Transcribe the full listing exactly.
..........
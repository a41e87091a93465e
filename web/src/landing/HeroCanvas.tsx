import { useEffect, useRef } from 'react';
import { stabiliseSquare } from './heroPile.js';

/** Heights 0..3 of toppled sites; untouched sites stay paper. Chosen to read apart without hue alone. */
const COLOURS = ['#e7dcc3', '#9bbcd6', '#c0573b', '#1e4a6e'] as const;
export const HERO_GRAINS = 12_000;

export function HeroCanvas() {
  const ref = useRef<HTMLCanvasElement>(null);
  useEffect(() => {
    const canvas = ref.current;
    const ctx = canvas?.getContext('2d');
    if (!canvas || !ctx) return;
    const pile = stabiliseSquare(HERO_GRAINS, 101);
    const cell = canvas.width / pile.size;
    ctx.clearRect(0, 0, canvas.width, canvas.height);
    for (let i = 0; i < pile.heights.length; i++) {
      if (!pile.toppled[i]) continue;
      ctx.fillStyle = COLOURS[pile.heights[i]!]!;
      const x = i % pile.size;
      const y = (i - x) / pile.size;
      ctx.fillRect(x * cell, y * cell, Math.ceil(cell), Math.ceil(cell));
    }
  }, []);
  return (
    <canvas
      ref={ref}
      width={505}
      height={505}
      className="h-auto w-full max-w-[420px] [image-rendering:pixelated]"
      role="img"
      aria-label={`final stable heights of ${HERO_GRAINS.toLocaleString('en-US')} grains on the square lattice`}
    />
  );
}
..........
TASK RESPONSE =
repository a41e87091a93465e
filename web/src/landing/HeroCanvas.tsx
import { useEffect, useRef } from 'react';
import { stabiliseSquare } from './heroPile.js';

/** Heights 0..3 of toppled sites; untouched sites stay paper. Chosen to read apart without hue alone. */
const COLOURS = ['#e7dcc3', '#9bbcd6', '#c0573b', '#1e4a6e'] as const;
export const HERO_GRAINS = 12_000;

export function HeroCanvas() {
  const ref = useRef<HTMLCanvasElement>(null);
  useEffect(() => {
    const canvas = ref.current;
    const ctx = canvas?.getContext('2d');
    if (!canvas || !ctx) return;
    const pile = stabiliseSquare(HERO_GRAINS, 101);
    const cell = canvas.width / pile.size;
    ctx.clearRect(0, 0, canvas.width, canvas.height);
    for (let i = 0; i < pile.heights.length; i++) {
      if (!pile.toppled[i]) continue;
      ctx.fillStyle = COLOURS[pile.heights[i]!]!;
      const x = i % pile.size;
      const y = (i - x) / pile.size;
      ctx.fillRect(x * cell, y * cell, Math.ceil(cell), Math.ceil(cell));
    }
  }, []);
  return (
    <canvas
      ref={ref}
      width={505}
      height={505}
      className="h-auto w-full max-w-[420px] [image-rendering:pixelated]"
      role="img"
      aria-label={`final stable heights of ${HERO_GRAINS.toLocaleString('en-US')} grains on the square lattice`}
    />
  );
}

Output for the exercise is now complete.